- EXTRACTED RECORDS -

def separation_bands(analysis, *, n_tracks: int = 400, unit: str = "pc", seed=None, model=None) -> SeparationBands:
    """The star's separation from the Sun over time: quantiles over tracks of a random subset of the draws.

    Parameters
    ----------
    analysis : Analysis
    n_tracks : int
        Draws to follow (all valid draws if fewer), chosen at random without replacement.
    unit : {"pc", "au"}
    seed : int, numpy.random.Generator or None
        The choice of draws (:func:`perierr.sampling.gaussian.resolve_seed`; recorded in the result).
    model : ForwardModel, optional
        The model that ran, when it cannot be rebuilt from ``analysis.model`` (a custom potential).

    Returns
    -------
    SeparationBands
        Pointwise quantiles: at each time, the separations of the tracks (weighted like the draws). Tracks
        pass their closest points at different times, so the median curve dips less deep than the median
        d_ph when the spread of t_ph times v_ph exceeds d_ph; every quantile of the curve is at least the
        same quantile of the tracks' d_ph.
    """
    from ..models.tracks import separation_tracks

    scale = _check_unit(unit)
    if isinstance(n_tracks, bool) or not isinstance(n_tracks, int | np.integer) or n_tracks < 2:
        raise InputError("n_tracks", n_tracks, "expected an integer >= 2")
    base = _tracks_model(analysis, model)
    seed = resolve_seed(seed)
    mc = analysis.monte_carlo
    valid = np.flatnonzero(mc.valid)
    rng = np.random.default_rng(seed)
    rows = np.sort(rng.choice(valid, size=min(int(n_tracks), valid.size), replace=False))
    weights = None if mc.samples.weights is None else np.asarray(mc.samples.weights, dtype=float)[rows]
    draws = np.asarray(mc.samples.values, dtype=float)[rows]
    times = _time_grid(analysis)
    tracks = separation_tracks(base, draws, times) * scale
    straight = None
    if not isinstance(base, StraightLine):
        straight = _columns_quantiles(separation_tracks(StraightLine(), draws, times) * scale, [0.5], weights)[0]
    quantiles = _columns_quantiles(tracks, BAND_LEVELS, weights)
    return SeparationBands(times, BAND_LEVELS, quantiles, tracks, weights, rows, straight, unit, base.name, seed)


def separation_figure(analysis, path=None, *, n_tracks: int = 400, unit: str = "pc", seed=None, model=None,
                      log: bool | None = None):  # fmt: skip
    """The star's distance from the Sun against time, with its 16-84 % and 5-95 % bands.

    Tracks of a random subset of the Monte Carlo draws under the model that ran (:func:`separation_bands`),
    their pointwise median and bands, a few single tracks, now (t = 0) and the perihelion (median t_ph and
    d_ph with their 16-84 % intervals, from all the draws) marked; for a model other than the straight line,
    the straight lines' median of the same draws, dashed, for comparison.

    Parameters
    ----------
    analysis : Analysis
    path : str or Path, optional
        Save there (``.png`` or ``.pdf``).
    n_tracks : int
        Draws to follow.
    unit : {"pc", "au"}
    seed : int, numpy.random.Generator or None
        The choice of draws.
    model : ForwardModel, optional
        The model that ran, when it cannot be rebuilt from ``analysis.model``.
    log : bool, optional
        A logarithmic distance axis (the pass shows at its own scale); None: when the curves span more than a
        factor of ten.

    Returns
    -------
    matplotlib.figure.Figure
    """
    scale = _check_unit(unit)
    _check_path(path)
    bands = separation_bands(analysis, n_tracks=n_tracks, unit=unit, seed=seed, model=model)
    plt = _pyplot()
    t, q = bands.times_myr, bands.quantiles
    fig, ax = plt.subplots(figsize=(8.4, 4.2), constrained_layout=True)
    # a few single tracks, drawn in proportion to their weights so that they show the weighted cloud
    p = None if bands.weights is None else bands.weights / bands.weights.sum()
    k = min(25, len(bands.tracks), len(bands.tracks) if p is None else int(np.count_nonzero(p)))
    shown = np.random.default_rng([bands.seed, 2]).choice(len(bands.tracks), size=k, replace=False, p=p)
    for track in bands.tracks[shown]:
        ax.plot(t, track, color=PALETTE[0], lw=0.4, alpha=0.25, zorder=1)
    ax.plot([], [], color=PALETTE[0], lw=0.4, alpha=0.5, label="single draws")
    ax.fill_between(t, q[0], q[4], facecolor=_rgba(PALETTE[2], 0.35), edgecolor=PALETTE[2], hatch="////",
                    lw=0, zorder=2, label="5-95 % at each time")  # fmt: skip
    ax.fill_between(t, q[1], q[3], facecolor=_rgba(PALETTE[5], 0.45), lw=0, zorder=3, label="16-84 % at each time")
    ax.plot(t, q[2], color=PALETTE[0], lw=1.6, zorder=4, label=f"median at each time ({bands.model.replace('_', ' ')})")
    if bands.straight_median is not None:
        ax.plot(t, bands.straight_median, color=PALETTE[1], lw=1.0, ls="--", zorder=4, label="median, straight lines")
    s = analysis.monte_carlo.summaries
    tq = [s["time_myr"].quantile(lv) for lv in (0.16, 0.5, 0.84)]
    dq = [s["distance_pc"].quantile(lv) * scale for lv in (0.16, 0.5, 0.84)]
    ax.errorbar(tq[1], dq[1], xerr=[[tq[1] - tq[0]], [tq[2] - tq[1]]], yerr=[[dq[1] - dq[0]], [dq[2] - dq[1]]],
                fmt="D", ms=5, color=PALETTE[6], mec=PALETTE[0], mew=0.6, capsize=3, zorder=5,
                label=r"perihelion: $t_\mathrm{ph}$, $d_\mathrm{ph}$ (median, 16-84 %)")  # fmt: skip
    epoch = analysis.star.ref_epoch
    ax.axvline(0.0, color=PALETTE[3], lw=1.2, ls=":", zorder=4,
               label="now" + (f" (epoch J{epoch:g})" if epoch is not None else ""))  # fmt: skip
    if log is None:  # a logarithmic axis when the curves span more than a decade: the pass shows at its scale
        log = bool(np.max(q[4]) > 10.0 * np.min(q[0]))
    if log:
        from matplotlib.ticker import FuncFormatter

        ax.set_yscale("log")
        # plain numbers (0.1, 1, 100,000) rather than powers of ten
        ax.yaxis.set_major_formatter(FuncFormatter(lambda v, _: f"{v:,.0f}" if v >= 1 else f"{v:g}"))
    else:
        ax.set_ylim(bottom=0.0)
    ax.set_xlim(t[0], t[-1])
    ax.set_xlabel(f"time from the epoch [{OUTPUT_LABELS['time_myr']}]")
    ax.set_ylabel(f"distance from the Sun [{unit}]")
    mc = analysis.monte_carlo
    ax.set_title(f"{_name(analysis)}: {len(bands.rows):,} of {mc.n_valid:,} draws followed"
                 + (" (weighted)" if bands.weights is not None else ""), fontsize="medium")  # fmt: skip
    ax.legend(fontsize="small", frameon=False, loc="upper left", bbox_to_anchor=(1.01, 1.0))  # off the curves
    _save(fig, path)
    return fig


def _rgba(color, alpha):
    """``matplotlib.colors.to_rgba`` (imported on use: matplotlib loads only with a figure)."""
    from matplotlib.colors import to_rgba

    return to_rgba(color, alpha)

- WHAT TO PRODUCE -
Find each line above that contains "more", and copy those lines.

- WRITTEN SOLUTION -
        A logarithmic distance axis (the pass shows at its own scale); None: when the curves span more than a
    if log is None:  # a logarithmic axis when the curves span more than a decade: the pass shows at its scale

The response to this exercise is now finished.